Just then a young woman came in. "Sorry to interrupt. Did you find the bowl of tapioca that was sent to you? I left it there on the floor."
I glared at B. He just shrugged. Wiping my foot on the rug, I asked "Who sent the tapioga?" "The note just said 'Enjoy! Signed, Anonymous.'"
I turned to B. "Do you ofted receive gifts of tapioga adodybously?" "Hell no" he replied, "I thought it was an anonymous gift of ambergris."
"Gradger ate sumb tapioga pudding just before he died. It wedt right through hib. If by suspiciobs are correct, I just saved your life."
"From pudding?" "Do. toxic hodey. Do timb to explaid. I deed to dow Gradger's Twidder password." "Why?" "I believe a follower gilled him."
"This goes to the lab for adalysis." I put what was left of the tapioca in my pocket. That was a mistake. I should carry evidence bags.
"I'll write down Granger's password." "You cad't just tell be?" "No." B spent several minutes writing and thinking and thinking and writing.
He handed me the paper which read: 'Ullhodturdenweirmudgaardgringnirurdrmolnirfenrirlukkilokkibaugimandodrrerinsurtkrinmgernrackinarockar."
"This is Gradger's password?" "Yes. He believed in using complex passwords." "You're dot gidding." I slipped the paper into my pocket.
"I hab two guestiods. Firsd, where were you Tuesday dight?" "We were here, working." "Were there witdesses?" "Is that the second question?"
"Do. Id's a follow up to the firsd questiob." "Several staffers were with us, testing our surplus perfume for use as a pickling agent."
"We're developing sweet smelling pickles. The black orchid half-sour smells promising." "Good lug with thad. Whad did you ad A fight aboud?"
"Why do you need to know why we fought?" "X told be there was sub terrible accidedt durig Gradger's last clodig tradspladt." "Yeah, so?"
"Ad that's whed you becabe so adgry at your siblings you stopped usig vowels." "So what?" "Dod't you thidg it a bit extrebe?" "Not at all."

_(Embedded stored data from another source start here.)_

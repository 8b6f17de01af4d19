//! `kcohort stats risk-ratio`: from one row per subject, the crude risk ratio, risk difference
//! (Wald and Newcombe) and odds ratio, and with strata the Mantel–Haenszel pooled ratios, their
//! homogeneity tests and the stratum-specific estimates.

use super::InputArgs;
use super::grouping::Grouping;
use super::report::{Outcome, Report, TextTable, ci_label, interval, num, p_value, to_json};
use anyhow::{Context, bail};
use clap::{Args, ValueEnum};
use kcohort_stats::mantel_haenszel::{self, HomogeneityMethod, PooledRatio};
use kcohort_stats::proportion::{ProportionMethod, proportion};
use kcohort_stats::risk_ratio::{
    RatioEstimate, RiskDifference, RiskDifferenceMethod, TwoByTwo, ZeroCellCorrection, odds_ratio,
    risk_difference, risk_ratio,
};
use kcohort_stats::{ConfidenceLevel, StatsError};
use serde::Serialize;
use serde_json::json;

#[derive(Debug, Args)]
pub struct RiskRatioArgs {
    /// Column with each subject's exposure: 1 (or true) exposed, 0 (or false) unexposed.
    #[arg(long, value_name = "COL")]
    pub exposure: String,
    /// Column with each subject's outcome: 1 (or true) a case, 0 (or false) not.
    #[arg(long, value_name = "COL")]
    pub outcome: String,
    /// Column naming each subject's stratum (e.g. age band): adds Mantel–Haenszel pooled ratios,
    /// homogeneity tests and the estimates of each stratum.
    #[arg(long, value_name = "COL")]
    pub strata: Option<String>,
    /// What to do when a cell the risk or odds ratio divides by is 0: report it as not
    /// estimable, or add 0.5 to all four cells (Haldane). The risk difference and the
    /// Mantel–Haenszel ratios never need it.
    #[arg(long, value_enum, default_value_t = ZeroCells::None)]
    pub zero_cells: ZeroCells,
    #[command(flatten)]
    pub input: InputArgs,
}

#[derive(Debug, Clone, Copy, PartialEq, Eq, ValueEnum)]
pub enum ZeroCells {
    /// Report a ratio with a needed zero cell as not estimable.
    None,
    /// Add 0.5 to every cell of a table with a zero cell.
    Haldane,
}

/// The estimates of one 2×2 table.
#[derive(Debug, Serialize)]
struct TableEstimates {
    table: TwoByTwo,
    risk_ratio: Outcome<RatioEstimate>,
    risk_difference_wald: Outcome<RiskDifference>,
    risk_difference_newcombe: Outcome<RiskDifference>,
    odds_ratio: Outcome<RatioEstimate>,
}

fn estimates(
    table: &TwoByTwo,
    zero_cells: ZeroCellCorrection,
    level: ConfidenceLevel,
) -> Result<TableEstimates, StatsError> {
    let lacking = match (table.exposed_total, table.unexposed_total) {
        (0, _) => Some("no exposed subjects, so no ratio or difference"),
        (_, 0) => Some("no unexposed subjects, so no ratio or difference"),
        _ => None,
    };
    if let Some(reason) = lacking {
        return Ok(TableEstimates {
            table: *table,
            risk_ratio: not_estimable(reason),
            risk_difference_wald: not_estimable(reason),
            risk_difference_newcombe: not_estimable(reason),
            odds_ratio: not_estimable(reason),
        });
    }
    Ok(TableEstimates {
        table: *table,
        risk_ratio: Outcome::from_result(risk_ratio(table, zero_cells, level))?,
        risk_difference_wald: Outcome::from_result(risk_difference(
            table,
            RiskDifferenceMethod::Wald,
            level,
        ))?,
        risk_difference_newcombe: Outcome::from_result(risk_difference(
            table,
            RiskDifferenceMethod::NewcombeHybridScore,
            level,
        ))?,
        odds_ratio: Outcome::from_result(odds_ratio(table, zero_cells, level))?,
    })
}

fn not_estimable<T>(reason: &str) -> Outcome<T> {
    Outcome::NotEstimable {
        not_estimable: reason.to_string(),
    }
}

fn two_by_two(exposed: &[bool], cases: &[bool], rows: &[usize]) -> Result<TwoByTwo, StatsError> {
    let (mut a, mut n1, mut c, mut n0) = (0, 0, 0, 0);
    for &row in rows {
        let case = u64::from(cases[row]);
        if exposed[row] {
            n1 += 1;
            a += case;
        } else {
            n0 += 1;
            c += case;
        }
    }
    TwoByTwo::new(a, n1, c, n0)
}

fn ratio_cells<T>(outcome: &Outcome<T>, get: impl Fn(&T) -> (f64, String)) -> [String; 2] {
    match outcome.estimated() {
        Some(value) => {
            let (estimate, interval) = get(value);
            [num(estimate), interval]
        }
        None => ["not estimable".to_string(), String::new()],
    }
}

pub fn run(args: &RiskRatioArgs) -> anyhow::Result<Report> {
    let level = args.input.level()?;
    let zero_cells = match args.zero_cells {
        ZeroCells::None => ZeroCellCorrection::None,
        ZeroCells::Haldane => ZeroCellCorrection::Haldane,
    };
    let mut columns = vec![args.exposure.as_str(), args.outcome.as_str()];
    columns.extend(args.strata.as_deref());
    let table = args.input.read(&columns)?;
    let exposed = table.flags(&args.exposure)?;
    let cases = table.flags(&args.outcome)?;
    let all_rows: Vec<usize> = (0..table.len()).collect();
    let crude = two_by_two(&exposed, &cases, &all_rows)?;
    if crude.exposed_total == 0 || crude.unexposed_total == 0 {
        bail!(
            "column `{}` has only {} subjects; a risk ratio compares exposed (1) with unexposed (0)",
            args.exposure,
            if crude.exposed_total == 0 {
                "unexposed (0)"
            } else {
                "exposed (1)"
            }
        );
    }
    let crude_estimates = estimates(&crude, zero_cells, level).context("crude estimates")?;
    let risks = [
        proportion(
            crude.exposed_cases,
            crude.exposed_total,
            ProportionMethod::Wilson,
            level,
        )?,
        proportion(
            crude.unexposed_cases,
            crude.unexposed_total,
            ProportionMethod::Wilson,
            level,
        )?,
    ];
    let ci = ci_label(level.value());

    let mut text = format!(
        "Risk ratio, risk difference and odds ratio: exposure `{}`, outcome `{}`\n\n",
        args.exposure, args.outcome
    );
    let mut risk_table =
        TextTable::new(&["group", "cases", "total", "risk", &format!("{ci} (Wilson)")]);
    for (name, risk) in ["exposed", "unexposed"].iter().zip(&risks) {
        risk_table.row(vec![
            name.to_string(),
            risk.events.to_string(),
            risk.total.to_string(),
            num(risk.estimate),
            interval(&risk.interval),
        ]);
    }
    text.push_str(&risk_table.render());
    text.push('\n');
    let mut measures = TextTable::new(&["crude measure", "estimate", &ci]);
    let ratio = |r: &RatioEstimate| (r.estimate, interval(&r.interval));
    let difference = |r: &RiskDifference| (r.estimate, interval(&r.interval));
    for (name, cells) in [
        (
            "risk ratio (Katz log)",
            ratio_cells(&crude_estimates.risk_ratio, ratio),
        ),
        (
            "risk difference (Wald)",
            ratio_cells(&crude_estimates.risk_difference_wald, difference),
        ),
        (
            "risk difference (Newcombe hybrid score)",
            ratio_cells(&crude_estimates.risk_difference_newcombe, difference),
        ),
        (
            "odds ratio (Woolf logit)",
            ratio_cells(&crude_estimates.odds_ratio, ratio),
        ),
    ] {
        let [estimate, interval] = cells;
        measures.row(vec![name.to_string(), estimate, interval]);
    }
    text.push_str(&measures.render());
    let mut notes = not_estimable_notes("crude", &crude_estimates);

    let mut stratified = serde_json::Value::Null;
    if let Some(strata_column) = &args.strata {
        let grouping = Grouping::new(&table.labels(strata_column)?);
        let tables: Vec<TwoByTwo> = grouping
            .rows()
            .iter()
            .map(|rows| two_by_two(&exposed, &cases, rows))
            .collect::<Result<_, _>>()?;
        let mut per_stratum = Vec::new();
        let mut stratum_table = TextTable::new(&[
            "stratum",
            "exposed cases/total",
            "unexposed cases/total",
            "risk ratio",
            &ci,
            "odds ratio",
            &ci,
            "risk difference",
            &format!("{ci} (Newcombe)"),
        ]);
        for (name, stratum) in grouping.levels.iter().zip(&tables) {
            let e = estimates(stratum, zero_cells, level)
                .with_context(|| format!("stratum `{name}`"))?;
            let [rr, rr_ci] = ratio_cells(&e.risk_ratio, ratio);
            let [or, or_ci] = ratio_cells(&e.odds_ratio, ratio);
            let [rd, rd_ci] = ratio_cells(&e.risk_difference_newcombe, difference);
            stratum_table.row(vec![
                name.clone(),
                format!("{}/{}", stratum.exposed_cases, stratum.exposed_total),
                format!("{}/{}", stratum.unexposed_cases, stratum.unexposed_total),
                rr,
                rr_ci,
                or,
                or_ci,
                rd,
                rd_ci,
            ]);
            notes.extend(not_estimable_notes(&format!("stratum `{name}`"), &e));
            per_stratum.push(json!({ "stratum": name, "estimates": to_json(&e) }));
        }
        let pooled_rr = Outcome::from_result(mantel_haenszel::risk_ratio(&tables, level))
            .context("Mantel–Haenszel risk ratio")?;
        let pooled_or = Outcome::from_result(mantel_haenszel::odds_ratio(&tables, level))
            .context("Mantel–Haenszel odds ratio")?;
        text.push_str(&format!("\nBy stratum of `{strata_column}`\n"));
        text.push_str(&stratum_table.render());
        text.push('\n');
        let mut pooled_table = TextTable::new(&[
            "Mantel–Haenszel pooled",
            "estimate",
            &ci,
            "homogeneity test",
            "chi-square",
            "df",
            "p-value",
        ]);
        for (name, pooled) in [("risk ratio", &pooled_rr), ("odds ratio", &pooled_or)] {
            pooled_table.row(pooled_row(name, pooled));
            if let Outcome::NotEstimable { not_estimable } = pooled {
                notes.push(format!("pooled {name} not estimable: {not_estimable}"));
            }
        }
        text.push_str(&pooled_table.render());
        stratified = json!({
            "strata_column": strata_column,
            "mantel_haenszel_risk_ratio": to_json(&pooled_rr),
            "mantel_haenszel_odds_ratio": to_json(&pooled_or),
            "strata": per_stratum,
        });
    }
    if zero_cells == ZeroCellCorrection::None && notes.iter().any(|n| n.contains("cell is 0")) {
        notes.push(
            "hint: --zero-cells haldane adds 0.5 to every cell of a table with a zero cell"
                .to_string(),
        );
    }
    if !notes.is_empty() {
        text.push('\n');
        for note in &notes {
            text.push_str(note);
            text.push('\n');
        }
    }
    let results = json!({
        "risk_exposed": to_json(&risks[0]),
        "risk_unexposed": to_json(&risks[1]),
        "crude": to_json(&crude_estimates),
        "stratified": stratified,
    });
    let settings = json!({
        "columns": {
            "exposure": args.exposure,
            "outcome": args.outcome,
            "strata": args.strata,
        },
        "zero_cells": to_json(&zero_cells),
        "level": level.value(),
    });
    Ok(Report::new("risk-ratio", &table, settings, results, text))
}

fn pooled_row(name: &str, pooled: &Outcome<PooledRatio>) -> Vec<String> {
    let Some(p) = pooled.estimated() else {
        return vec![
            name.to_string(),
            "not estimable".to_string(),
            String::new(),
            String::new(),
            String::new(),
            String::new(),
            String::new(),
        ];
    };
    let (test, chi_square, df, p_text) = match &p.homogeneity {
        Some(h) => (
            match h.method {
                HomogeneityMethod::WoolfLogRatio => "Woolf (log ratios)",
                HomogeneityMethod::BreslowDay => "Breslow–Day",
                HomogeneityMethod::BreslowDayTarone => "Breslow–Day (Tarone)",
            },
            num(h.chi_square),
            h.degrees_of_freedom.to_string(),
            p_value(h.p_value),
        ),
        None => (
            "none (fewer than 2 usable strata)",
            String::new(),
            String::new(),
            String::new(),
        ),
    };
    vec![
        name.to_string(),
        num(p.estimate),
        interval(&p.interval),
        test.to_string(),
        chi_square,
        df,
        p_text,
    ]
}

/// One line per distinct reason an estimate of `e` is missing, and one when 0.5 was added to cells.
fn not_estimable_notes(place: &str, e: &TableEstimates) -> Vec<String> {
    let mut notes: Vec<String> = Vec::new();
    let reasons = [
        e.risk_ratio.reason(),
        e.odds_ratio.reason(),
        e.risk_difference_wald.reason(),
        e.risk_difference_newcombe.reason(),
    ];
    for reason in reasons.into_iter().flatten() {
        let note = format!("{place}: {reason}");
        if !notes.contains(&note) {
            notes.push(note);
        }
    }
    let corrected = [&e.risk_ratio, &e.odds_ratio]
        .iter()
        .any(|r| r.estimated().is_some_and(|r| r.zero_cell_corrected));
    if corrected {
        notes.push(format!(
            "{place}: 0.5 added to every cell for the risk and odds ratio (--zero-cells haldane)"
        ));
    }
    notes
}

"You know Granger funded 'Body Parts R Us' to commercialize on cloning technology and he replaced nearly every part his own body." "Yes."
"The economic downturn hit us all hard. With funding constrained, Body Parts R Us began cutting more than just corners." "Whad do you bead?"
"There's a lot of our DNA that scientists can't identify yet." "Uh huh." "The lab rats at BP'R'U just decided to leave those base pairs out"
"They used cut-rate DNDA?" "Granger thought he was getting cloned when in reality he got spliced. The cloners took him to the cleaners"
"So you fought with A ad the other vowels because they were cheatig Gradger by shortchadgig his DNDA?" "No. I didn't care about that."
"Whad bothered you?" "Granger wasn't paying for services provided. You pay plastic surgeons a lot for a little nip and tuck, right?" "Sure."
"We gave Granger the equivalent of a DNA liposuction–without charge. BP'R'U didn't want it to come out. I wanted to send him another bill."
"You said BP'R'U toog hib to the cleaders." "They also did his shopping and walked his dog. They provided many concierge services for free."
"Were there side effects frob the DNDA splicig?" "Not to speak of." said B. "That's not strickly true." said X. "Granger complained a lot."
"Granger wasn't himself after his last brain transplant." "Well, he had a dew braid afder all." "He claimed they mixed up his hemispheres."
"Granger complained his left side was seeing left and his right side was seeing right." "Odly his left side was affected?" "No, both sides."